Увеличение копийности гена BRAF - один из основных механизмов приобретенной устойчивости к терапии на основе BRAF-ингибиторов, поддерживающей активацию сигнального пути MAPK, а, следовательно, и пролиферацию опухолевых клеток. Поэтому амплификация гена BRAF часто служит маркером высокой вероятности рецидивирования опухолевого процесса. Более высокое количество копий гена BRAF было обнаружено в образцах опухолей у пациентов с прогрессированием заболевания по сравнению с исходными биопсиями. Также сообщалось об увеличении числа копий гена BRAF как в образцах перед лечением у пациентов с метастатической меланомой, которые не реагировали на терапию, так и в линиях клеток, устойчивых к ингибитору MAPK (MAPKi). Таким образом, амплификация гена BRAF может быть приобретенным механизмом устойчивости, который развивается de novo в опухолевых клетках для преодоления ингибирования BRAF, или же он может также играть роль внутреннего механизма малигнизации опухоли до воздействия MAPKi [12].
Выводы
- Колоректальные аденокарциномы при использовании высокочувствительного метода детекции соматических мутаций (ddPCR) в 94% случаев содержали активирующие соматические мутации в гене KRAS, и это значение было почти в 2 раза больше величины (57%), полученной для тех же образцов с применением стандартного метода RT-PCR.
- 31% колоректальных аденокарцином в нашем исследовании являлись носителями активирующих соматических мутаций V600 в гене BRAF. Для 5% уровня детекции этот показатель составил 0%. В 69% остальных образцов опухолей активирующие соматические мутации V600 обнаружены не были даже методом ddPCR для уровня чувствительности 0,1%.

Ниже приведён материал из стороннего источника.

import type { Cloth } from '../cloths/cloth';

/** One point of a layer of cloth: place in cm (y up, z towards the wearer's front) and cloth coordinates in cm. */
export interface Point {
  x: number;
  y: number;
  z: number;
  u: number;
  v: number;
  /** The direction off the face of the cloth, level with the floor unless a layer says otherwise. */
  nx: number;
  ny: number;
  nz: number;
}

export const newPoint = (): Point => ({ x: 0, y: 0, z: 0, u: 0, v: 0, nx: 0, ny: 0, nz: 1 });

/**
 * A layer of cloth on the figure: `u` runs round it and `v` from top to hem, both 0–1; the point lies `lift` cm off
 * its face. Whatever is sewn to a layer asks the same function, so that nothing pokes through.
 */
export type Layer = (u: number, v: number, lift: number, p: Point) => void;

/** A laid sheet: a grid of points. */
export interface Sheet {
  cloth: Cloth;
  across: number;
  along: number;
  closed: boolean;
  casts: boolean;
  /** Which side of the grid is the cloth's face: 1, -1, or 0 where it must be found from the shape. */
  facing: -1 | 0 | 1;
  place: Float32Array;
  onCloth: Float32Array;
  cut: Uint8Array;
}

export interface Laying {
  cloth: Cloth;
  /** Points round and down, at fineness 1. */
  across: number;
  along: number;
  /** Whether the last column joins the first. */
  closed?: boolean;
  /** Whether it throws a shadow; nets and laces do not. */
  casts?: boolean;
}

export class Scene {
  readonly sheets: Sheet[] = [];

  /** `fineness` multiplies the points of every sheet: 1 for a picture 2800 px high. */
  constructor(readonly fineness = 1) {}

  /** Lays a sheet; `at` gives the place of each point and returns false where the cloth is cut away. */
  lay(laying: Laying, at: (u: number, v: number, p: Point) => boolean | void): Sheet {
    const across = Math.max(4, Math.round(laying.across * (laying.across > 60 ? this.fineness : 1)));
    const along = Math.max(3, Math.round(laying.along * (laying.along > 60 ? this.fineness : 1)));
    const closed = laying.closed ?? false;
    const place = new Float32Array(across * along * 3);
    const onCloth = new Float32Array(across * along * 2);
    const cut = new Uint8Array(across * along);
    const p = newPoint();
    for (let j = 0, k = 0; j < along; j++) {
      for (let i = 0; i < across; i++, k++) {
        const kept = at(closed ? i / across : i / (across - 1), j / (along - 1), p);
        place.set([p.x, p.y, p.z], k * 3);
        onCloth[k * 2] = p.u;
        onCloth[k * 2 + 1] = p.v;
        if (kept === false) cut[k] = 1;
      }
    }
    const sheet: Sheet = {
      cloth: laying.cloth,
      across,
      along,
      closed,
      casts: laying.casts ?? true,
      facing: 0,
      place,
      onCloth,
      cut,
    };
    this.sheets.push(sheet);
    return sheet;
  }

  /** Lays a whole layer. A layer knows which way its face looks, so the sheet is told. */
  layLayer(laying: Laying, layer: Layer, lift = 0): void {
    const sheet = this.lay(laying, (u, v, p) => layer(u, v, lift, p));
    sheet.facing = facingOf(sheet, layer, lift);
  }

  /** Lays a layer that is open down its middle (u 0.5) as two halves, so that no cloth is drawn across the opening. */
  layHalves(laying: Laying, layer: Layer, lift = 0): void {
    const half = { ...laying, across: Math.round(laying.across / 2) };
    this.layLayer(half, (u, v, off, p) => layer(u * 0.49999, v, off, p), lift);
    this.layLayer(half, (u, v, off, p) => layer(0.50001 + u * 0.49999, v, off, p), lift);
  }
}

/** Compares the grid's own turn with the layer's normals at a few dozen places and takes the majority. */
function facingOf(sheet: Sheet, layer: Layer, lift: number): -1 | 1 {
  const { across, along, closed, place } = sheet;
  const p = newPoint();
  let sum = 0;
  for (let n = 0; n < 64; n++) {
    const i = Math.floor((((n * 0.618) % 1) * 0.96 + 0.02) * (across - 1));
    const j = Math.floor(((n + 0.5) / 64) * (along - 1));
    const k = (j * across + i) * 3;
    const right = k + 3;
    const down = k + across * 3;
    layer(closed ? i / across : i / (across - 1), j / (along - 1), lift, p);
    const a = [
      place[right]! - place[k]!,
      place[right + 1]! - place[k + 1]!,
      place[right + 2]! - place[k + 2]!,
    ] as const;
    const b = [
      place[down]! - place[k]!,
      place[down + 1]! - place[k + 1]!,
      place[down + 2]! - place[k + 2]!,
    ] as const;
    const turn =
      (a[1] * b[2] - a[2] * b[1]) * p.nx +
      (a[2] * b[0] - a[0] * b[2]) * p.ny +
      (a[0] * b[1] - a[1] * b[0]) * p.nz;
    sum += Math.sign(turn);
  }
  return sum < 0 ? -1 : 1;
}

- Содержание активирующих соматических мутаций V600 в группе пациентов с KRAS MT было в 5 раз меньше аналогичного показателя для группы пациентов KRAS WT, что может свидетельствовать о разных механизмах малигнизации клеток для этих групп пациентов.
- Копийность гена BRAF в группе пациентов с KRAS MT High более чем в 2 раза превышала копийность гена KRAS в группе пациентов с KRAS MT Low. В сочетании с предыдущим выводом это свидетельствует о том, что малигнизация клеток толстой кишки происходит комплексно: как через возникновение активирующих соматических мутаций в генах сигнального пути EGFR, так и через изменение их копийности.
Полученные в настоящем исследовании данные представляют интерес при оптимизации диагностических исследований и таргетной терапии пациентов со злокачественными опухолями толстой кишки.